■ **Dataset excerpts**:
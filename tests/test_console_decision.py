"""The console states a screen's decision on the unit beside the run's verdict, as ``rig run``
prints it, on the run view and in the run's record (F2): a simple-rule PASS within U of a limit
is no clean pass for a returned unit (ILAC-G8:09/2019 calls such a result conditional).

Real runs on the virtual bench (its meter and relay box over real TCP and a pty) into a real
SQLite file, driven through textual's pilot; a harness proof states no screen decision."""

from __future__ import annotations

import asyncio
from pathlib import Path

from bench_helpers import SEQUENCES
from console_helpers import console_on_bench, finish, harness_console, start_run, wait_for
from textual.pilot import Pilot
from textual.widgets import Static

from rig.console import ConsoleApp
from rig.console.screens.history import HistoryScreen, RecordScreen
from rig.console.screens.prompt import PromptScreen
from rig.console.screens.run import RunScreen
from rig.console.widgets import StatusPanel
from rig.store import ResultStore

SIZE = (120, 40)


def _simple_rule_screen(folder: Path) -> Path:
    """The shipped NTC screen judged by the simple rule (an edited copy): a reading within U of
    its limit is then a plain pass."""
    text = (SEQUENCES / "ntc-sender-screen.toml").read_text(encoding="utf-8")
    edited = text.replace('decision_rule = "guarded"', 'decision_rule = "simple"', 1)
    assert edited != text
    path = folder / "ntc-sender-screen-simple.toml"
    path.write_text(edited, encoding="utf-8")
    return path


async def _run_answering_yes(pilot: Pilot[None], app: ConsoleApp, serial: str) -> RunScreen:
    screen = await start_run(pilot, serial)
    await wait_for(pilot, lambda: isinstance(app.screen, PromptScreen), "the prompt")
    await pilot.press("f6")
    await finish(pilot, screen)
    assert screen.summary is not None
    return screen


async def _record_head(pilot: Pilot[None], app: ConsoleApp) -> str:
    """The head of the newest run's record, opened as an operator does: F2, Enter."""
    await pilot.press("f2")
    await wait_for(pilot, lambda: isinstance(app.screen, HistoryScreen), "history")
    await pilot.press("enter")
    await wait_for(pilot, lambda: isinstance(app.screen, RecordScreen), "the record")
    return str(app.screen.query_one("#record-head", Static).render())


def test_a_pass_within_u_of_its_limit_shows_inconclusive_beside_the_pass(tmp_path: Path) -> None:
    sequence = _simple_rule_screen(tmp_path)
    faults = ("drift:sender=+4.5%",)  # 0.5 % under the 5 % tolerance: U is some 0.9 %
    with console_on_bench("ntc-sender", tmp_path, sequence, faults=faults) as (app, _):

        async def scenario() -> None:
            async with app.run_test(size=SIZE) as pilot:
                screen = await _run_answering_yes(pilot, app, "RET-0044")
                assert screen.summary is not None
                store = ResultStore(app.setup.store_path)
                try:
                    steps = {s["step_id"]: s for s in store.steps(screen.summary.run_id)}
                finally:
                    store.close()
                sender = steps["sender-resistance"]
                # the stored reading passes within its stored U of the top limit: a result
                # ILAC-G8:09/2019 calls conditional, which the simple rule reports as a pass
                assert sender["verdict"] == "pass"
                assert 0 < sender["high"] - sender["value"] < sender["expanded_u"]
                panel = screen.query_one(StatusPanel)
                assert panel.verdict is not None and panel.verdict.word == "PASS"
                shown = str(panel.render())
                assert "screen decision: inconclusive (" in shown and "within its U of" in shown
                # beside the block letters too, and the border is no pass's
                assert " screen decision: inconclusive " in shown.splitlines()[2]
                assert not panel.has_class("-pass") and panel.has_class("-other")
                head = await _record_head(pilot, app)
                assert "screen decision: inconclusive (" in head

        asyncio.run(scenario())


def test_a_good_unit_shows_no_fault_found(tmp_path: Path) -> None:
    with console_on_bench("ntc-sender", tmp_path, "ntc-sender-screen") as (app, _):

        async def scenario() -> None:
            async with app.run_test(size=SIZE) as pilot:
                screen = await _run_answering_yes(pilot, app, "RET-0045")
                panel = screen.query_one(StatusPanel)
                assert panel.verdict is not None and panel.verdict.word == "PASS"
                assert "screen decision: no fault found (a pass beyond" in str(panel.render())
                assert panel.has_class("-pass")
                head = await _record_head(pilot, app)
                assert "screen decision: no fault found (" in head

        asyncio.run(scenario())


def test_a_harness_proof_shows_no_screen_decision(tmp_path: Path) -> None:
    with harness_console(tmp_path, []) as app:

        async def scenario() -> None:
            async with app.run_test(size=SIZE) as pilot:
                screen = await start_run(pilot, "HP-0046")
                await finish(pilot, screen)
                assert screen.summary is not None and screen.summary.status == "complete"
                panel = screen.query_one(StatusPanel)
                assert panel.verdict is not None and panel.decision is None
                assert "screen decision" not in str(panel.render())
                head = await _record_head(pilot, app)
                assert "screen decision" not in head

        asyncio.run(scenario())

■ **Problem requirements**: Return only the lines above that run from the opening line through the line containing "from console_helpers import", exactly as written.

■ **Response area**:
filename tests/test_console_decision.py
"""The console states a screen's decision on the unit beside the run's verdict, as ``rig run``
prints it, on the run view and in the run's record (F2): a simple-rule PASS within U of a limit
is no clean pass for a returned unit (ILAC-G8:09/2019 calls such a result conditional).

Real runs on the virtual bench (its meter and relay box over real TCP and a pty) into a real
SQLite file, driven through textual's pilot; a harness proof states no screen decision."""

from __future__ import annotations

import asyncio
from pathlib import Path

from bench_helpers import SEQUENCES
from console_helpers import console_on_bench, finish, harness_console, start_run, wait_for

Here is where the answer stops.